Note how many lines in the entries below contain the string "seed", and answer with that number and no other text.

***** DATASET EXCERPTS *****

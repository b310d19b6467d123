"""The report's figures, drawn with matplotlib and returned as inline SVG text.

Each function draws exactly the numbers it is given; the section modules read those numbers
from the run folder's tables and show the same ones in the figure's data table.
"""

from __future__ import annotations

from .groups import BIAS_SERIES, bias, cost, never_reported, participation, waste_by_cause, waste_by_type
from .impact import accuracy_over_rounds, epsilon_ranges
from .sharing import competition
from .survival import survival
from .time import durations, load, rounds_over_time, share_rows

__all__ = [
    "share_rows", "rounds_over_time", "durations", "waste_by_cause", "waste_by_type", "bias", "BIAS_SERIES",
    "participation", "never_reported", "survival", "cost", "load", "competition",
    "epsilon_ranges", "accuracy_over_rounds",
]
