"""What ``fleetsim impact`` reads from a run folder and writes back into it.

A run folder (:mod:`fleetsim.output.run`) holds every participation with the device, the
round, whether its report was used and the FedAvg weight it carried; :func:`read_run_rounds`
reads those back with the run's settings. :func:`write_impact` adds, beside the run's own
files::

    impact.json               the impact summary (docs/impact.md), the settings and seed used
    tables/impact_curves.csv  held-out accuracy and loss by group over rounds and simulated time
    tables/impact_final.csv   each group's final accuracy and loss

Each file is written through a temporary file beside it and renamed; the tables go first and
``impact.json`` last, so a reader that finds ``impact.json`` finds the tables it describes.
Nothing else in the folder is touched.
"""

from __future__ import annotations

import json
from dataclasses import dataclass
from pathlib import Path
from typing import TYPE_CHECKING, Any

from ..config import Config, build_config
from ..errors import ConfigError, FleetsimError
from .files import atomic_save, atomic_text, inside, safe_name, write_csv
from .folders import read_marker
from .run import WORKLOADS

if TYPE_CHECKING:
    import pandas as pd

__all__ = ["RunRounds", "read_run_rounds", "write_impact", "IMPACT_FILE", "IMPACT_TABLES"]

IMPACT_FILE = "impact.json"
IMPACT_TABLES = ("impact_curves", "impact_final")
_EVENT_COLUMNS = ("round", "device", "device_type", "region", "used", "weight", "samples")
_ROUND_COLUMNS = ("round", "status", "closed_s")


@dataclass(frozen=True)
class RunRounds:
    """The parts of a run folder a replay of its rounds needs."""

    folder: Path  # the run folder (of one workload) the results go into
    config: Config
    seed: int
    replay: bool  # the run was driven by logged devices (``fleetsim run --replay``)
    participations: pd.DataFrame
    rounds: pd.DataFrame


def _read_json(path: Path) -> dict[str, Any]:
    try:
        data = json.loads(path.read_text(encoding="utf-8"))
    except OSError as exc:
        raise FleetsimError(f"{path}: cannot read ({exc.strerror or exc}); is it a run folder?") from None
    except json.JSONDecodeError as exc:
        raise FleetsimError(f"{path}: not valid JSON (line {exc.lineno}: {exc.msg})") from None
    if not isinstance(data, dict):
        raise FleetsimError(f"{path}: expected a JSON object")
    return data


def _read_parquet(path: Path, columns: tuple[str, ...]) -> pd.DataFrame:
    import pandas as pd

    try:
        frame = pd.read_parquet(path)
    except Exception as exc:  # pyarrow raises several kinds (ArrowInvalid, OSError, ...)
        raise FleetsimError(f"{path}: cannot read ({' '.join(str(exc).split()) or type(exc).__name__})") from None
    lacking = [c for c in columns if c not in frame.columns]
    if lacking:
        raise FleetsimError(f"{path}: lacks column(s) {', '.join(lacking)}; "
                            "was it written by this version of fleetsim?")
    return frame


def _workload_folder(top: Path, config: Config, workload: str | None) -> Path:
    """The run folder of the named workload (``workloads/NAME/``), or ``top`` for a run of one."""
    names = [job.name for job in config.jobs] if config.workloads else []
    if not names:
        if workload is not None:
            raise FleetsimError(f"--workload: {workload!r}: the run at {top} has one workload; leave the option out")
        return top
    if workload is None:
        raise FleetsimError(f"{top}: a run of several workloads ({', '.join(names)}); "
                            "pass --workload NAME to replay one of them")
    if workload not in names:
        raise FleetsimError(f"--workload: {workload!r}: not a workload of the run at {top}; "
                            f"expected one of {', '.join(names)}")
    taken: set[str] = set()
    folders = {name: safe_name(name, taken) for name in names}  # as write_run named them
    return inside(top, top / WORKLOADS / folders[workload])


def read_run_rounds(run_dir: str | Path, overrides: list[str] | None = None,
                    workload: str | None = None) -> RunRounds:
    """Read a run folder's settings (with ``--set`` overrides), participations and rounds.

    Raises FleetsimError naming the file and what is wrong: not a run folder, a file missing
    or unreadable, a column lacking, settings that no longer validate.
    """
    top = Path(run_dir)
    if not top.is_dir():
        raise FleetsimError(f"{top}: no such folder (expected a run folder written by 'fleetsim run --out')")
    marker = read_marker(top)
    if marker is None or marker["kind"] != "run":
        raise FleetsimError(f"{top}: not a run folder written by 'fleetsim run --out'")
    top_config = _settings(top / "config.json", [])
    folder = _workload_folder(top, top_config, workload)
    config = _settings(folder / "config.json", list(overrides or []))
    summary = _read_json(folder / "summary.json")
    seed = summary.get("seed")
    if not isinstance(seed, int) or isinstance(seed, bool):
        raise FleetsimError(f"{folder / 'summary.json'}: lacks the run's 'seed'")
    return RunRounds(
        folder=folder, config=config, seed=seed, replay=bool(summary.get("replay")),
        participations=_read_parquet(folder / "events.parquet", _EVENT_COLUMNS),
        rounds=_read_parquet(folder / "rounds.parquet", _ROUND_COLUMNS),
    )


def _settings(path: Path, overrides: list[str]) -> Config:
    """The run's settings from config.json; then, with ``overrides``, the same with them applied
    (their problems name ``--set`` and the key path, not the file)."""
    raw = _read_json(path)
    try:
        config = build_config(raw, source=str(path))
    except ConfigError as exc:
        first = exc.problems[0] if exc.problems else f"{path}: not valid settings"
        raise FleetsimError(f"{first}; was it written by this version of fleetsim?") from None
    return build_config(raw, source="--set", overrides=overrides) if overrides else config


def write_impact(folder: str | Path, summary: dict[str, Any], tables: dict[str, pd.DataFrame]) -> list[Path]:
    """Write the impact tables, then ``impact.json``, into the run folder ``folder``."""
    root = Path(folder)
    written = []
    for name in IMPACT_TABLES:
        target = inside(root, root / "tables" / f"{name}.csv")
        atomic_save(target, lambda tmp, frame=tables[name]: write_csv(frame, tmp))
        written.append(target)
    target = inside(root, root / IMPACT_FILE)
    atomic_text(target, json.dumps(summary, indent=2) + "\n")
    return [*written, target]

*****

*RESPONSE AREA*
6